Text Mining through HathiTrust

Having just taken part in the HathiTrust digital library workshop I chose to use HathiTrust and their analytical engine to do this text mining assignment. The first step was to find a collection of texts to analyze. Thankfully, HathiTrust has a tab specifically tailored to finding either ready made collections or forming new ones. I chose to use a collection of texts which used the word “detective” in published works prior to 1950. There were only 61 volumes in this particular collection, so it was a good place to start my experiment. It is worth mentioning that should you need to, HathiTrust allows you to make your own collections based on terms you search up. Using this collection I downloaded a TSV file which held all of the volumes in tabs according to the frequency of the word “detective”. HathiTrust’s analytics was located on a different site, where you can upload your TSV file and run algorithms to visualize a topic model of the term used, themes and frequency. Using the InPho Topic Model Explorer I was able to create an interactive topic bubble model. Attached is the link and screenshot of what the map looks like.


The algorithm groups clusters and color codes them automatically according to groups of topics and similar themes. If you follow the link you will see, for example, that the orange clusters are characterized by fictional stories, and mysteries in which the word “detective” is frequently used. If you use your mouse to hover over each bubble you will see these commonalities mentioned quite often. Also, it is easier to discern similar themes and topics if collision detection is turned off. The above image of the topic model is of the model with collision detection turned on. Below is an image of the topic model with collision detection turned off.

Hovering over the cluster with collision detection turned off makes it easier to see what themes the color coded clusters share.

Being curious about the trends of the terms “detective” and “crime” I then utilized HathiTrust’s Bookworm application to further this experiment.
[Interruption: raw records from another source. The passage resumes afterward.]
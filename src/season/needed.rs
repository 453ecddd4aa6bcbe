//! How much cold water is needed on a date for what is left of a season to have no day outside the hard targets.
//!
//! Methods: `docs/methods.md`, section 8.

use std::cmp::Ordering;
use std::sync::atomic::{AtomicUsize, Ordering::Relaxed};

use chrono::NaiveDate;
use rayon::prelude::*;

use crate::rank::Progress;
use crate::site::{Site, Strategy};
use crate::target::{Mark, Standing};

use super::cold;
use super::going::Going;
use super::layers::Layers;
use super::outcome::season_site;
use super::run::{Choosing, SeasonDay, Setup, run};
use super::tally::{TargetTally, lost, tallies};

/// Equal steps of the amounts tried first, from none to all the water that the outlets reach (choice).
const STEPS: usize = 8;
/// Times that the gap below the least amount is halved (choice: to 0.4 % of what the outlets reach).
const HALVINGS: usize = 5;
/// Most seasons that follow the date (derived): the run made, the steps with both their ends, the halvings.
const MOST: usize = 2 + STEPS + HALVINGS;
/// Share of the work that solving thrift is (choice: 38 seasons, and then some fifteen that begin on the date).
const SOLVED: f64 = 0.8;

/// An amount of cold water on a date, and what comes of it.
#[derive(Debug, Clone, Copy, PartialEq)]
pub struct Amount {
    /// All of it, m3.
    pub total_m3: f64,
    /// What the outlets usable on that date can draw, m3; `None` where none is usable.
    pub usable_m3: Option<f64>,
    /// Days of the plan that the season does not reach.
    pub lost: u32,
    /// Days after the date outside hard targets by their temperature, summed over the targets.
    pub days_outside: u32,
    /// The same by their oxygen.
    pub oxygen_days: u32,
}

impl Amount {
    /// Whether no day after it is missing or outside by its temperature.
    pub fn is_enough(&self) -> bool {
        self.lost == 0 && self.days_outside == 0
    }

    /// Fewer days are less.
    fn order(&self, other: &Self) -> Ordering {
        (self.lost, self.days_outside).cmp(&(other.lost, other.days_outside))
    }
}

/// Days in a row outside a hard target on one side, by its temperature.
#[derive(Debug, Clone, Copy, PartialEq)]
pub struct Stretch {
    /// Index of the target.
    pub target: usize,
    /// Above or below it.
    pub side: Standing,
    /// Its first day.
    pub first: NaiveDate,
    /// Its last.
    pub last: NaiveDate,
}

impl Stretch {
    /// Its days.
    pub fn days(&self) -> u32 {
        u32::try_from((self.last - self.first).num_days() + 1).unwrap_or_default()
    }

    /// Whether a day outside a target on a side is its next.
    fn goes_on(&self, target: usize, side: Standing, date: NaiveDate) -> bool {
        (self.target, self.side, self.last.succ_opt()) == (target, side, Some(date))
    }
}

/// What was found.
#[derive(Debug, Clone, PartialEq)]
pub struct Found {
    /// Of the amounts tried with the fewest days outside the least.
    pub least: Amount,
    /// The next less amount tried, which has more days outside; `None` where no less was tried.
    pub lower: Option<Amount>,
    /// The days outside that remain with the least.
    pub remain: Vec<Stretch>,
    /// Every amount tried, the run made among them, from the least up.
    pub tried: Vec<Amount>,
}

/// How much cold water is needed on a date.
#[derive(Debug, Clone, PartialEq)]
pub struct Needed {
    /// The date, at its end.
    pub date: NaiveDate,
    /// What counts as cold: the first threshold of the site, C.
    pub threshold_c: f64,
    /// What is left in the run made, and what comes of it; `None` where it stops before.
    pub made: Option<Amount>,
    /// The least amount with the fewest days outside, or why none can be sought.
    pub found: Result<Found, String>,
    /// Hard targets with a range of temperature of which no day after the date is judged.
    pub not_judged: Vec<usize>,
}

/// Seeks the least cold water at the end of a date with which the season goes on to the end of its plan with the fewest
/// days outside hard targets by their temperature. Up to the date the season is that of the setup, thrift solved on this
/// very case where it has not been; after it gates are chosen as before. `None` where the site names no threshold of cold
/// water, the cast shows no water, or the caller stops it.
///
/// # Units
/// Volumes m3, the threshold C.
///
/// # References
/// The amounts tried, and the water they are made of ([`Layers::with_cold`]), are ours (choice).
pub fn needed(setup: &Setup, date: NaiveDate, progress: Progress) -> Option<Needed> {
    let threshold_c = *setup.skies.site.cold_water_c.first()?;
    if let Choosing::By(Strategy::Thrift) = setup.choosing {
        let solved = run(setup, &|done| progress(SOLVED * done))?;
        let setup = Setup { choosing: solved.again(&setup.choosing), ..setup.clone() };
        return needed(&setup, date, &|done| progress(SOLVED + (1.0 - SOLVED) * done));
    }
    let mut going = Going::new(setup)?;
    going.through(date, &|_| progress(0.0))?;
    let Some(day) = going.run.days.last().filter(|day| day.date == date).cloned() else {
        let why = going.run.ended.map_or_else(
            || format!("{date} is no day of the season"),
            |ended| format!("the season stops on {}", ended.date),
        );
        return Some(Needed { date, threshold_c, made: None, found: Err(why), not_judged: Vec::new() });
    };
    let search =
        Search { site: season_site(setup), threshold_c, going, day, progress, done: AtomicUsize::new(0) };
    let (made, not_judged) = search.made()?;
    let amount = made.amount;
    let found = match search.range_m3() {
        Ok(range) => Ok(search.found(made, range)?),
        // there is none, and none is needed
        Err(_) if amount.is_enough() && amount.usable_m3.is_some_and(|m3| m3 <= 0.0) => {
            Ok(Found { least: amount, lower: None, remain: made.remain, tried: vec![amount] })
        }
        Err(why) => Err(why),
    };
    Some(Needed { date, threshold_c, made: Some(amount), found, not_judged })
}

impl Needed {
    /// What is left in the run made less what is needed, m3: short by as much as it lies below zero.
    pub fn to_spare_m3(&self) -> Option<f64> {
        Some(self.made?.usable_m3? - self.found.as_ref().ok()?.least.usable_m3?)
    }
}

/// A season that goes on from a date with an amount of cold water.
struct Tried {
    amount: Amount,
    remain: Vec<Stretch>,
}

/// A search under way.
struct Search<'a> {
    /// The site of the season.
    site: Site,
    threshold_c: f64,
    /// The season at the end of the date.
    going: Going<'a>,
    /// The day of the date.
    day: SeasonDay,
    progress: Progress<'a>,
    /// Seasons gone through.
    done: AtomicUsize,
}

impl Search<'_> {
    /// The run made, and the hard targets that it does not judge.
    fn made(&self) -> Option<(Tried, Vec<usize>)> {
        let (tried, tallies) = self.tried(&self.day.layers)?;
        let is_unknown = |held: &&TargetTally| {
            let mut after = self.after(&held.temperature_days).peekable();
            after.peek().is_some() && after.all(|(_, mark)| mark.standing == Standing::Unknown)
        };
        let not_judged = self.hard(&tallies).filter(is_unknown).map(|held| held.target).collect();
        Some((tried, not_judged))
    }

    /// Least and greatest amount of cold water tried, m3: none within reach, and all that is within reach.
    ///
    /// # Errors
    /// Why no other amount can be made.
    fn range_m3(&self) -> Result<[f64; 2], String> {
        let date = self.day.date;
        let reach_m = self.reach_m(&self.day).ok_or_else(|| format!("no outlet is usable on {date}"))?;
        let [colder_m3, warmer_m3] = self.day.layers.parted_m3(self.threshold_c);
        if colder_m3 <= 0.0 {
            return Err(format!(
                "no water of the pool is that cold on {date}: there is none to be more or less"
            ));
        }
        if warmer_m3 <= 0.0 {
            return Err(format!(
                "all water of the pool is that cold on {date}: there can be no more, nor less"
            ));
        }
        let pool = &self.site.pool;
        let below_m3 = pool.volume_m3(reach_m.max(pool.bed_m)) - pool.volume_m3(pool.bed_m);
        let all_m3 = colder_m3 + warmer_m3;
        Ok([below_m3.min(all_m3), all_m3])
    }

    /// The least amount with the fewest days outside: equal steps side by side, then the gap below the best of them
    /// halved.
    fn found(&self, made: Tried, [least_m3, most_m3]: [f64; 2]) -> Option<Found> {
        let amount_m3 = |step: usize| least_m3 + step as f64 / STEPS as f64 * (most_m3 - least_m3);
        let steps: Option<Vec<Tried>> =
            (0..=STEPS).into_par_iter().map(|step| self.with(amount_m3(step))).collect();
        let mut tried = steps?;
        tried.push(made);
        tried.sort_by(|a, b| a.amount.total_m3.total_cmp(&b.amount.total_m3));
        let best = |tried: &[Tried]| {
            let least = tried.iter().enumerate().min_by(|a, b| a.1.amount.order(&b.1.amount));
            least.map_or(0, |(at, _)| at)
        };
        let mut at = best(&tried);
        for _ in 0..HALVINGS {
            let Some([lower, least]) = at.checked_sub(1).and_then(|from| tried.get(from..=at)) else { break };
            let half = self.with(0.5 * (lower.amount.total_m3 + least.amount.total_m3))?;
            tried.insert(at, half);
            at = best(&tried);
        }
        let lower = at.checked_sub(1).and_then(|below| tried.get(below)).map(|one| one.amount);
        let amounts = tried.iter().map(|one| one.amount).collect();
        let least = tried.into_iter().nth(at)?;
        Some(Found { least: least.amount, lower, remain: least.remain, tried: amounts })
    }

    /// Lowest elevation within reach of the outlets usable on a day, m.
    fn reach_m(&self, day: &SeasonDay) -> Option<f64> {
        cold::reaches_m(&self.site, std::slice::from_ref(day)).into_iter().next().flatten()
    }

    /// The season with so much cold water (m3).
    fn with(&self, cold_m3: f64) -> Option<Tried> {
        let layers = self.day.layers.with_cold(&self.site, self.threshold_c, cold_m3)?;
        Some(self.tried(&layers)?.0)
    }

    /// The season with this pool. `None` where the caller stops it.
    fn tried(&self, layers: &Layers) -> Option<(Tried, Vec<TargetTally>)> {
        let share = || self.done.load(Relaxed) as f64 / MOST as f64;
        let run = self.going.with(layers.clone()).finished(&|_| (self.progress)(share()))?;
        self.done.fetch_add(1, Relaxed);
        let setup = self.going.setup;
        let tallies = tallies(&self.site, &setup.skies.conditions, &run.days);
        let remain = self.stretches(&tallies, |held| &held.temperature_days);
        let day = SeasonDay { layers: layers.clone(), ..self.day.clone() };
        let reach = self.reach_m(&day);
        let cold = cold::by_day(&self.site, &[day], &[reach], self.threshold_c);
        let cold = cold.days.first()?;
        let amount = Amount {
            total_m3: cold.total_m3,
            usable_m3: cold.usable_m3,
            lost: lost(setup, &run),
            days_outside: remain.iter().map(Stretch::days).sum(),
            oxygen_days: self.stretches(&tallies, |held| &held.oxygen_days).iter().map(Stretch::days).sum(),
        };
        Some((Tried { amount, remain }, tallies))
    }

    /// What became of the hard targets.
    fn hard<'t>(&self, tallies: &'t [TargetTally]) -> impl Iterator<Item = &'t TargetTally> {
        tallies.iter().filter(|held| self.site.targets.get(held.target).is_some_and(|rule| !rule.soft))
    }

    /// The days after the date.
    fn after<'t>(&self, days: &'t [(NaiveDate, Mark)]) -> impl Iterator<Item = &'t (NaiveDate, Mark)> {
        let date = self.day.date;
        days.iter().filter(move |(day, _)| *day > date)
    }

    /// The days after the date outside hard targets, in rows.
    fn stretches(
        &self,
        tallies: &[TargetTally],
        days: impl Fn(&TargetTally) -> &[(NaiveDate, Mark)],
    ) -> Vec<Stretch> {
        let mut out: Vec<Stretch> = Vec::new();
        for held in self.hard(tallies) {
            for (date, mark) in self.after(days(held)).filter(|(_, mark)| mark.outside()) {
                match out.last_mut() {
                    Some(row) if row.goes_on(held.target, mark.standing, *date) => row.last = *date,
                    _ => out.push(Stretch {
                        target: held.target,
                        side: mark.standing,
                        first: *date,
                        last: *date,
                    }),
                }
            }
        }
        out
    }
}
The Bookworm search does not use a specific collection, rather it searches HathiTrust’s entire digital library to display a simple double line graph of the usage of terms over time. The end result is a clear visualization of the the trends in term usage over a period of 250 years.

From this graph the most significant take away is the correlation of the uptake in usage of the terms “detective” and “crime” with the rising popularity of detective novels and media from the 1920’s on. Prior to 1920, as is confirmed by the InPho Topic Model, the term “detective” was used in mostly a non-fictional or informational capacity.

A downside to both Bookworm and the InPho Topic Model Explorer is that the texts themselves are not listed. To access the texts used one would either have to record every volume in a collection or look closer into the TSV file itself, as far as I know. Since I attended the workshop finding my way around HathiTrust was not too difficult, however, they are limited by the scope of information available through their digital library. Although partnered with several institutions, including the Grad Center, you may not have much luck mining more obscure terminology. Some terms include those with ethnic connotations or terms not consistent with Western academia, like terms with regional specificity.